(Exercise): Give back all the records below, unaltered.

(Record extracts):
Segment Open
#[test]
fn decimal_input_is_correctly_rounded() {
    #[rustfmt::skip]
    let cases = [
        ("12 kΩ µm²", kind::RESISTANCE_AREA, 12e-9), ("8 Ω µm²", kind::RESISTANCE_AREA, 8e-12),
        ("0.51 fΩ m²", kind::INTERFACE_SPIN_RESISTANCE, 0.51e-15),
        ("5e-16 Ω m²", kind::INTERFACE_SPIN_RESISTANCE, 5e-16), ("4.5e-15 Ω m²", kind::SPIN_RESISTANCE, 4.5e-15),
        ("3.6nm", kind::THICKNESS, 3.6e-9), ("1.4 nm", kind::THICKNESS, 1.4e-9), ("5.43 Å", kind::LATTICE_LENGTH, 5.43e-10),
        ("2.1 mΩ cm", kind::RESISTIVITY, 2.1e-5), ("60 nΩ m", kind::RESISTIVITY, 60e-9), ("7 µΩcm", kind::RESISTIVITY, 7e-8),
        ("480 S/cm", kind::CONDUCTIVITY, 480e2), ("1e19 /cm³", kind::DOPING, 1e25), ("5e16 cm⁻³", kind::DOPING, 5e22),
        ("1×10^19 cm-3", kind::DOPING, 1e25), ("1x10^19 cm-3", kind::DOPING, 1e25), ("1·10^19 cm-3", kind::DOPING, 1e25),
        ("1×10¹⁹ cm^-3", kind::DOPING, 1e25), ("10^19 cm^-3", kind::DOPING, 1e25), ("1.7 × 10**19 /cm^3", kind::DOPING, 1.7e25),
        ("10¹⁹ 1/cm³", kind::DOPING, 1e25), ("2.5*10^(19) /cm^3", kind::DOPING, 2.5e25),
        ("45 %", kind::SPIN_POLARIZATION, 0.45), ("−3.3 %", kind::SPIN_POLARIZATION, -0.033), ("+.5", kind::NUMBER, 0.5),
        ("5.", kind::NUMBER, 5.0), ("−3", kind::NUMBER, -3.0), ("-0.1e-3", kind::NUMBER, -0.1e-3), ("1e−3", kind::NUMBER, 1e-3),
        ("1400 cm²/(V s)", kind::MOBILITY, 0.14), ("2.8 cm²/s", kind::DIFFUSION, 2.8e-4), ("84ps", kind::SPIN_LIFETIME, 84e-12),
        ("1e5A/cm²", kind::CURRENT_DENSITY, 1e9), ("10 µA/µm²", kind::CURRENT_DENSITY, 1e7), ("0.8 µV", kind::SPIN_ACCUMULATION, 0.8e-6),
        ("800 kA/m", kind::MAGNETIZATION, 8e5), ("500 Oe", kind::APPLIED_FIELD, 0.05), ("1.1 kOe", kind::APPLIED_FIELD, 0.11),
        ("7 G", kind::APPLIED_FIELD, 7e-4), ("50 mT", kind::APPLIED_FIELD, 0.05), ("25 °C", kind::TEMPERATURE, 298.15),
        ("−40.13 °C", kind::TEMPERATURE, 233.02), ("0.001 °C", kind::TEMPERATURE, 273.151), ("1e2 °C", kind::TEMPERATURE, 373.15),
        ("1.2 kΩ", kind::RESISTANCE, 1.2e3), ("0.3 kΩ/sq", kind::RESISTANCE, 300.0), ("0.1 min", kind::SPIN_LIFETIME, 6.0),
    ];
    for (text, kind, want) in cases {
        let wide = Kind {
            range: kind::NUMBER.range,
            ..kind
        };
        let got = reading(text, &wide);
        let want: f64 = want;
        assert_eq!(
            got.si.to_bits(),
            want.to_bits(),
            "{text}: {} for {want}",
            got.si
        );
        assert_eq!((got.spread, got.text.as_str()), (Spread::Exact, text));
    }
    let gap = reading("0.35eV", &kind::ENERGY);
    assert!(close(gap.si, 0.35 * 1.602_176_634e-19, 1e-15));
    assert!(close(
        reading("1e-3eV", &kind::ENERGY).si,
        1.602_176_634e-22,
        1e-15
    ));
    let strength = reading("1000 A/m", &kind::APPLIED_FIELD).si;
    assert!(close(strength, 1.256_637_061_27e-3, 1e-15));
    let typed: Length = reading("3 µm", &kind::THICKNESS).value();
    assert_eq!(typed.si().to_bits(), 3e-6_f64.to_bits());
}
Segment Closed
(Answer for the task):
#[test]
fn decimal_input_is_correctly_rounded() {
    #[rustfmt::skip]
    let cases = [
        ("12 kΩ µm²", kind::RESISTANCE_AREA, 12e-9), ("8 Ω µm²", kind::RESISTANCE_AREA, 8e-12),
        ("0.51 fΩ m²", kind::INTERFACE_SPIN_RESISTANCE, 0.51e-15),
        ("5e-16 Ω m²", kind::INTERFACE_SPIN_RESISTANCE, 5e-16), ("4.5e-15 Ω m²", kind::SPIN_RESISTANCE, 4.5e-15),
        ("3.6nm", kind::THICKNESS, 3.6e-9), ("1.4 nm", kind::THICKNESS, 1.4e-9), ("5.43 Å", kind::LATTICE_LENGTH, 5.43e-10),
        ("2.1 mΩ cm", kind::RESISTIVITY, 2.1e-5), ("60 nΩ m", kind::RESISTIVITY, 60e-9), ("7 µΩcm", kind::RESISTIVITY, 7e-8),
        ("480 S/cm", kind::CONDUCTIVITY, 480e2), ("1e19 /cm³", kind::DOPING, 1e25), ("5e16 cm⁻³", kind::DOPING, 5e22),
        ("1×10^19 cm-3", kind::DOPING, 1e25), ("1x10^19 cm-3", kind::DOPING, 1e25), ("1·10^19 cm-3", kind::DOPING, 1e25),
        ("1×10¹⁹ cm^-3", kind::DOPING, 1e25), ("10^19 cm^-3", kind::DOPING, 1e25), ("1.7 × 10**19 /cm^3", kind::DOPING, 1.7e25),
        ("10¹⁹ 1/cm³", kind::DOPING, 1e25), ("2.5*10^(19) /cm^3", kind::DOPING, 2.5e25),
        ("45 %", kind::SPIN_POLARIZATION, 0.45), ("−3.3 %", kind::SPIN_POLARIZATION, -0.033), ("+.5", kind::NUMBER, 0.5),
        ("5.", kind::NUMBER, 5.0), ("−3", kind::NUMBER, -3.0), ("-0.1e-3", kind::NUMBER, -0.1e-3), ("1e−3", kind::NUMBER, 1e-3),
        ("1400 cm²/(V s)", kind::MOBILITY, 0.14), ("2.8 cm²/s", kind::DIFFUSION, 2.8e-4), ("84ps", kind::SPIN_LIFETIME, 84e-12),
        ("1e5A/cm²", kind::CURRENT_DENSITY, 1e9), ("10 µA/µm²", kind::CURRENT_DENSITY, 1e7), ("0.8 µV", kind::SPIN_ACCUMULATION, 0.8e-6),
        ("800 kA/m", kind::MAGNETIZATION, 8e5), ("500 Oe", kind::APPLIED_FIELD, 0.05), ("1.1 kOe", kind::APPLIED_FIELD, 0.11),
        ("7 G", kind::APPLIED_FIELD, 7e-4), ("50 mT", kind::APPLIED_FIELD, 0.05), ("25 °C", kind::TEMPERATURE, 298.15),
        ("−40.13 °C", kind::TEMPERATURE, 233.02), ("0.001 °C", kind::TEMPERATURE, 273.151), ("1e2 °C", kind::TEMPERATURE, 373.15),
        ("1.2 kΩ", kind::RESISTANCE, 1.2e3), ("0.3 kΩ/sq", kind::RESISTANCE, 300.0), ("0.1 min", kind::SPIN_LIFETIME, 6.0),
    ];
    for (text, kind, want) in cases {
        let wide = Kind {
            range: kind::NUMBER.range,
            ..kind
        };
        let got = reading(text, &wide);
        let want: f64 = want;
        assert_eq!(
            got.si.to_bits(),
            want.to_bits(),
            "{text}: {} for {want}",
            got.si
        );
        assert_eq!((got.spread, got.text.as_str()), (Spread::Exact, text));
    }
    let gap = reading("0.35eV", &kind::ENERGY);
    assert!(close(gap.si, 0.35 * 1.602_176_634e-19, 1e-15));
    assert!(close(
        reading("1e-3eV", &kind::ENERGY).si,
        1.602_176_634e-22,
        1e-15
    ));
    let strength = reading("1000 A/m", &kind::APPLIED_FIELD).si;
    assert!(close(strength, 1.256_637_061_27e-3, 1e-15));
    let typed: Length = reading("3 µm", &kind::THICKNESS).value();
    assert_eq!(typed.si().to_bits(), 3e-6_f64.to_bits());
}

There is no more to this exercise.